Needing a car viewed located in Bridge of Allan in/near Stirling

Anyone able to help me out? Or will I have to go down?


----------



## b9rgo1234 (May 3, 2009)

Is it for sale at a garage? I have a friend in the motor trade that stays in the area.


----------



## alan_mcc (Oct 28, 2008)

No it's private i'm afraid


----------



## Mick (Jan 23, 2010)

if it can wait till the weekend, i can probably get through to see it for you?

an option for you if you dont get any other takers :thumb:


----------



## alan_mcc (Oct 28, 2008)

think i'll take you up on that :thumb:


----------



## Ravinder (Jul 24, 2009)

I don't mind either. But Mick probably knows more about cars then I do!


----------



## Mick (Jan 23, 2010)

alan_mcc said:


> think i'll take you up on that :thumb:


no worries, you know where I am anyway buddy :thumb:


----------



## alan_mcc (Oct 28, 2008)

Seems that yin is sold. Think I'm driving down to Perth tomorrow to view another.


----------



## Mick (Jan 23, 2010)

What u looking at getting Al


----------



## alan_mcc (Oct 28, 2008)

It's a wee daihatsu terios for my dad. Me and mum are gonna go buy it before he gets home from offshore as a wee surprise.

I hope he isn't reading this lol (really)


----------



## Mick (Jan 23, 2010)

Unusual choice, why so specific? I'm intrigued.


----------



## alan_mcc (Oct 28, 2008)

Cheap, easy, small enough for my mum to drive but still a 4x4. It's largely for my dad to go fishing in when he's home from offshore and my mum to tootle about in. The pajero was too big for her to drive hence getting rid.
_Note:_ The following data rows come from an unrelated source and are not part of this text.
package gainsay

import (
	"cmp"
	"context"
	"crypto/sha256"
	"encoding/hex"
	"encoding/json"
	"errors"
	"fmt"
	"io"
	"slices"
	"sync"
	"time"

	"github.com/gainsay/gainsay/internal/sentence"
	"github.com/gainsay/gainsay/internal/textpos"
	"github.com/gainsay/gainsay/nli"
	"github.com/gainsay/gainsay/profile"
	"github.com/gainsay/gainsay/relevance"
)

// DefaultRelevanceTop is the most facts a sentence is read against (the most similar ones), as the
// command line uses it: enough for the handful of facts a sentence is about, few enough that cost stops
// growing with the profile.
const DefaultRelevanceTop = 8

// DefaultAttributionBudget is the model inputs spent on attributing one reply at most: a reply of
// three sentences of 12 words flagged against four facts costs about 280 (23 inputs a finding: 12
// words and 11 two-word phrases), so the budget binds only on long replies that many facts flag.
const DefaultAttributionBudget = 512

// DefaultThreshold is the contradiction probability at which a pair is flagged.
const DefaultThreshold = 0.5

// Options tune a Checker. The zero value takes the defaults.
type Options struct {
	Threshold float64       // 0: DefaultThreshold
	Occlusion nli.Occlusion // "": nli.Delete
	Spans     SpanRule      // zero: DefaultSpanRule
	// Relevance is the least cosine similarity of fact and sentence embeddings for the pair to be
	// read by the NLI model (0: every pair is read); it needs the Checker's Embedder.
	Relevance float64
	// RelevanceTop, when above 0, reads at most this many facts per sentence, the most similar ones
	// above Relevance, so that cost follows the facts a sentence is about rather than the profile size.
	RelevanceTop int
	// AttributionBudget bounds the model inputs spent on attributing one reply's findings (0:
	// DefaultAttributionBudget): findings are attributed from the most probable on while the budget
	// lasts (the first one always); the others keep their verdict, with no spans and unattributed set.
	AttributionBudget int
	// Model names the model in every record (e.g. "builtin@1a2b3c4d").
	Model string
	// RunID goes into every record: an identifier of the model, profile and settings (see RunID).
	RunID string
}

// RunID is a short, stable identifier of what makes a run's records: give it the model's and the
// encoder's SHA-256, the profile and every setting that changes output.
func RunID(parts ...any) string {
	h := sha256.New()
	enc := json.NewEncoder(h)
	for _, p := range parts {
		if err := enc.Encode(p); err != nil {
			fmt.Fprintf(h, "%#v\n", p)
		}
	}
	return hex.EncodeToString(h.Sum(nil))[:16]
}

// Embedder embeds texts as unit vectors (a dot product is a cosine); *relevance.Embedder is one.
type Embedder interface {
	Embed(texts []string) ([][]float32, error)
}

// Checker scores replies against a profile and turns contradictions into penalty spans. It is safe
// for concurrent use when its Scorer's Runner and its Embedder are.
//
// Pairs read both ways (the Scorer's default) are read the second way only where the first reading
// reaches the threshold: the smaller of two readings cannot reach it otherwise, so verdicts are those
// of reading every pair both ways, for about half the work. A pair's probabilities, and so a reply's
// score, are then the smaller reading's for pairs that reach the threshold the first way and the first
// reading's for the others (always below the threshold).
type Checker struct {
	Scorer *nli.Scorer
	// Embedder, with Options.Relevance, skips pairs about different things (nil: none skipped).
	Embedder Embedder
	Options

	mu    sync.Mutex // guards facts
	facts factVectors
}

// factVectors are the embeddings of one profile's facts, made once per profile.
type factVectors struct {
	profile *profile.Profile
	vecs    [][]float32
}

// Stats summarise a run.
type Stats struct {
	Replies, Contradictions, Errors int
	// Pairs scored, pairs skipped by the relevance gate, and pairs attributed (at or above the threshold).
	Pairs, Skipped, Attributed int
	// Duplicates counts reply ids (Run only) that more than one reply used; DuplicateIDs names the
	// first few, with their lines.
	Duplicates   int
	DuplicateIDs []string
	Elapsed                    time.Duration
}

func (c *Checker) threshold() float64 {
	if c.Threshold > 0 {
		return c.Threshold
	}
	return DefaultThreshold
}

func (c *Checker) spanRule() SpanRule {
	if c.Spans == (SpanRule{}) {
		return DefaultSpanRule()
	}
	return c.Spans
}

// pairRef ties a scored pair to its reply, fact and sentence.
type pairRef struct {
	reply, fact int
	sent        textpos.Range
}

// Check returns one record per reply, in order. Replies with Err set become error records. If the
// scorer fails on the batch, each reply is retried alone, so that one bad reply cannot sink the others;
// a reply that fails alone becomes an error record with the scorer's reason. Check cannot fail.
func (c *Checker) Check(p *profile.Profile, replies []Reply) ([]Record, Stats) {
	start := time.Now()
	recs, st, err := c.check(p, replies)
	if err != nil {
		// One bad reply must not sink the others: score each alone; one that still fails becomes an
		// error record (checking a reply that carries an error needs no scorer, so it cannot fail).
		batchErr := err
		recs, st = make([]Record, len(replies)), Stats{}
		for i, r := range replies {
			var one []Record
			var s1 Stats
			err := batchErr
			if len(replies) > 1 {
				one, s1, err = c.check(p, replies[i:i+1])
			}
			if err != nil {
				r.Err = err
				one, s1, _ = c.check(p, []Reply{r})
			}
			recs[i] = one[0]
			st.Pairs += s1.Pairs
			st.Skipped += s1.Skipped
			st.Attributed += s1.Attributed
		}
	}
	st.Replies = len(recs)
	for _, r := range recs {
		switch r.Verdict {
		case Contradiction:
			st.Contradictions++
		case Failed:
			st.Errors++
		}
	}
	st.Elapsed = time.Since(start)
	return recs, st
}

func (c *Checker) check(p *profile.Profile, replies []Reply) ([]Record, Stats, error) {
	var st Stats
	recs := make([]Record, len(replies))
	var refs []pairRef
	var pairs []nli.Pair
	type sent struct {
		reply int
		at    textpos.Range
	}
	var sents []sent
	for i, r := range replies {
		recs[i] = Record{ID: r.ID, Text: r.Text, Context: r.Context, Line: r.Line, Model: c.Model, Run: c.RunID,
			Threshold: Prob(c.threshold()), Extra: r.Extra, Verdict: Consistent}
		if r.Err != nil {
			recs[i].Verdict, recs[i].Error = Failed, r.Err.Error()
			continue
		}
		for _, s := range sentence.Split(r.Text) {
			sents = append(sents, sent{i, s})
		}
	}
	keep, err := c.relevant(p, len(sents), func(k int) string {
		return replies[sents[k].reply].Text[sents[k].at.Start:sents[k].at.End]
	})
	if err != nil {
		return nil, st, fmt.Errorf("relevance: %w", err)
	}
	for fi, f := range p.Facts {
		for k, s := range sents {
			if keep != nil && !keep[k][fi] {
				recs[s.reply].SkippedPairs++
				st.Skipped++
				continue
			}
			refs = append(refs, pairRef{s.reply, fi, s.at})
			pairs = append(pairs, nli.Pair{Premise: f.Text, Hypothesis: replies[s.reply].Text[s.at.Start:s.at.End]})
		}
	}
	st.Pairs = len(pairs)
	if len(pairs) == 0 {
		return recs, st, nil
	}
	scorer := *c.Scorer
	if !scorer.OneWay && scorer.ReverseFrom == 0 {
		scorer.ReverseFrom = c.threshold()
	}
	scored, err := scorer.Score(pairs)
	if err != nil {
		return nil, st, fmt.Errorf("scoring: %w", err)
	}
	var flagged []int
	for k, sc := range scored {
		rec := &recs[refs[k].reply]
		rec.Score = max(rec.Score, Prob(sc.Probs.Contradiction))
		if sc.Probs.Contradiction >= c.threshold() {
			flagged = append(flagged, k)
		}
	}
	if len(flagged) > 0 {
		rule := c.spanRule()
		aopts := nli.AttributionOptions{Occlusion: c.Occlusion, Phrases: rule.Phrases}
		// Per reply, the most probable findings first, while the budget lasts.
		slices.SortStableFunc(flagged, func(a, b int) int {
			return cmp.Or(cmp.Compare(refs[a].reply, refs[b].reply),
				cmp.Compare(scored[b].Probs.Contradiction, scored[a].Probs.Contradiction))
		})
		budget := cmp.Or(c.AttributionBudget, DefaultAttributionBudget)
		var fp []nli.Scored
		var attributed []int // index into fp of each flagged pair, -1 when over budget
		spent, reply := 0, -1
		for _, k := range flagged {
			if refs[k].reply != reply {
				spent, reply = 0, refs[k].reply
			}
			cost := scorer.AttributionCost(&scored[k], aopts)
			if spent > 0 && spent+cost > budget {
				attributed = append(attributed, -1)
				continue
			}
			spent += cost
			attributed = append(attributed, len(fp))
			fp = append(fp, scored[k])
		}
		st.Attributed = len(fp)
		attrs, err := scorer.Attribute(fp, aopts)
		if err != nil {
			return nil, st, fmt.Errorf("attribution: %w", err)
		}
		indexes := map[int]textpos.Index{}
		for j, k := range flagged {
			ref := refs[k]
			rec := &recs[ref.reply]
			fact := p.Facts[ref.fact]
			idx, ok := indexes[ref.reply]
			if !ok {
				idx = textpos.New(rec.Text)
				indexes[ref.reply] = idx
			}
			rec.Verdict = Contradiction
			rec.Findings = append(rec.Findings, Finding{
				FactID: fact.ID,
				Fact:   fact.Text,
				Sentence: SentenceRef{
					Start: idx.Runes(ref.sent.Start), End: idx.Runes(ref.sent.End),
					ByteStart: ref.sent.Start, ByteEnd: ref.sent.End,
					Text: rec.Text[ref.sent.Start:ref.sent.End],
				},
				Probs:     ProbsOf(scored[k].Probs),
				Truncated: scored[k].Truncated,
				order:     ref.fact,
			})
			f := &rec.Findings[len(rec.Findings)-1]
			if a := attributed[j]; a >= 0 {
				f.Spans = rule.spans(rec.Text, idx, ref.sent.Start, attrs[a])
			} else {
				f.Unattributed = true
			}
		}
	}
	for i := range recs {
		slices.SortStableFunc(recs[i].Findings, func(a, b Finding) int {
			return cmp.Or(cmp.Compare(b.Probs.Contradiction, a.Probs.Contradiction),
				cmp.Compare(a.order, b.order), cmp.Compare(a.Sentence.Start, b.Sentence.Start))
		})
	}
	return recs, st, nil
}

// relevant says, for each of n sentences, which facts of p it is about: keep[k][f] for sentence k
// and fact f (nil: all of them, when there is no gate).
func (c *Checker) relevant(p *profile.Profile, n int, text func(k int) string) ([][]bool, error) {
	if c.Embedder == nil || c.Relevance <= 0 || n == 0 {
		return nil, nil
	}
	facts, err := c.factVectors(p)
	if err != nil {
		return nil, err
	}
	texts := make([]string, n)
	for k := range texts {
		texts[k] = text(k)
	}
	vecs, err := c.Embedder.Embed(texts)
	if err != nil {
		return nil, err
	}
	keep := make([][]bool, n)
	sims := make([]float64, len(facts))
	order := make([]int, len(facts))
	for k, v := range vecs {
		keep[k] = make([]bool, len(facts))
		for f, fv := range facts {
			sims[f], order[f] = relevance.Cosine(v, fv), f
		}
		// The most similar facts first; equal ones in profile order.
		slices.SortStableFunc(order, func(a, b int) int { return cmp.Compare(sims[b], sims[a]) })
		for rank, f := range order {
			if sims[f] >= c.Relevance && (c.RelevanceTop <= 0 || rank < c.RelevanceTop) {
				keep[k][f] = true
			}
		}
	}
	return keep, nil
}

func (c *Checker) factVectors(p *profile.Profile) ([][]float32, error) {
	c.mu.Lock()
	defer c.mu.Unlock()
	if c.facts.profile == p {
		return c.facts.vecs, nil
	}
	texts := make([]string, len(p.Facts))
	for i, f := range p.Facts {
		texts[i] = f.Text
	}
	vecs, err := c.Embedder.Embed(texts)
	if err != nil {
		return nil, err
	}
	c.facts = factVectors{p, vecs}
	return vecs, nil
}

// RunOptions tune Run.
type RunOptions struct {
	// Chunk is how many input lines make one chunk of replies scored together (0: 64): chunk k holds
	// the replies on lines k*Chunk+1 to (k+1)*Chunk. Memory stays bounded by it, records are written a
	// chunk at a time, and since chunks are fixed by line, a resumed run or the shards of a run score
	// exactly the chunks an uninterrupted run does, and write the same bytes.
	Chunk int
	// Shard and Shards, when Shards > 1, check only the chunks whose index modulo Shards is Shard-1:
	// shard Shard of Shards, a deterministic slice that workers agree on without talking.
	Shard, Shards int
	// After skips the replies on lines up to After (an earlier run checked them); Skipped, if set, is
	// called with each reply of this shard that is skipped so, to check it against that run's record.
	After   int
	Skipped func(Reply) error
	// Progress, if set, is called with the number of replies done after each chunk.
	Progress func(done int)
}

// DefaultChunk is the number of lines in a chunk when RunOptions.Chunk is 0.
const DefaultChunk = 64

// ChunkOf is the chunk (0-based) of an input line.
func ChunkOf(line, chunk int) int { return (line - 1) / chunk }

// Run checks every reply of rr and writes one record per reply to w, in input order, chunk by chunk.
// It stops early only for read, write or scoring failures of the whole run, or when ctx is done.
func (c *Checker) Run(ctx context.Context, p *profile.Profile, rr *ReplyReader, w *RecordWriter, opts RunOptions) (Stats, error) {
	start := time.Now()
	chunk := cmp.Or(opts.Chunk, DefaultChunk)
	mine := func(r Reply) bool { return opts.Shards <= 1 || ChunkOf(r.Line, chunk)%opts.Shards == opts.Shard-1 }
	var total Stats
	seen := map[string]int{} // reply id -> its first line
	batch := make([]Reply, 0, chunk)
	flush := func() error {
		if len(batch) == 0 {
			return nil
		}
		recs, st := c.Check(p, batch)
		for i := range recs {
			if err := w.Write(&recs[i]); err != nil {
				return err
			}
		}
		if err := w.Flush(); err != nil {
			return err
		}
		total.Replies += st.Replies
		total.Contradictions += st.Contradictions
		total.Errors += st.Errors
		total.Pairs += st.Pairs
		total.Skipped += st.Skipped
		total.Attributed += st.Attributed
		batch = batch[:0]
		if opts.Progress != nil {
			opts.Progress(total.Replies)
		}
		return nil
	}
	for {
		if err := ctx.Err(); err != nil {
			return total, err
		}
		r, err := rr.Next()
		if errors.Is(err, io.EOF) {
			break
		}
		if err != nil {
			return total, err
		}
		if len(batch) > 0 && ChunkOf(r.Line, chunk) != ChunkOf(batch[0].Line, chunk) {
			if err := flush(); err != nil {
				return total, err
			}
		}
		if r.ID != "" {
			if first, dup := seen[r.ID]; dup {
				if first > 0 {
					total.Duplicates++
					if len(total.DuplicateIDs) < 5 {
						total.DuplicateIDs = append(total.DuplicateIDs, fmt.Sprintf("%q (lines %d and %d)", r.ID, first, r.Line))
					}
					seen[r.ID] = -1 // counted once
				}
			} else {
				seen[r.ID] = r.Line
			}
		}
		switch {
		case !mine(r):
		case r.Line <= opts.After:
			if opts.Skipped != nil {
				if err := opts.Skipped(r); err != nil {
					return total, err
				}
			}
		default:
			batch = append(batch, r)
		}
	}
	if err := flush(); err != nil {
		return total, err
	}
	total.Elapsed = time.Since(start)
	return total, nil
}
We did go view a vitara but at 3k it was at the top end of the budget. The one we're gonna see tomorrow is only 1.4k


----------



## Mick (Jan 23, 2010)

what about a Jimny as another option? :thumb:


----------



## Derekh929 (Aug 28, 2011)

Mick said:


> what about a Jimny as another option? :thumb:


Good call by Mick Alan better offroad i would think unless your looking for a Chelsea tractor that is Jimmy for the mud plugging river banks:thumb:


----------



## alan_mcc (Oct 28, 2008)

Jimnys are too small i'm afraid, we viewed one in oldmeldrum the other week! Might be flying down to Luton with a pal to pick up a rav4 on thursday. Find out tomorrow.


----------



## Mick (Jan 23, 2010)

worth a shout though buddy :thumb:

If theres any more come up round my neck of the woods, feel free to give me a shout


----------



## Mick (Jan 23, 2010)

so, did you get the car alan?


----------



## alan_mcc (Oct 28, 2008)

Nope - mum's buggered off somewhere for a while, which is frustrating as dad is going to need a car from Monday for his work and I'll be using mine for work 5.45am-6pm.


----------



## Mick (Jan 23, 2010)

best get the finger out and get looking then young yin


----------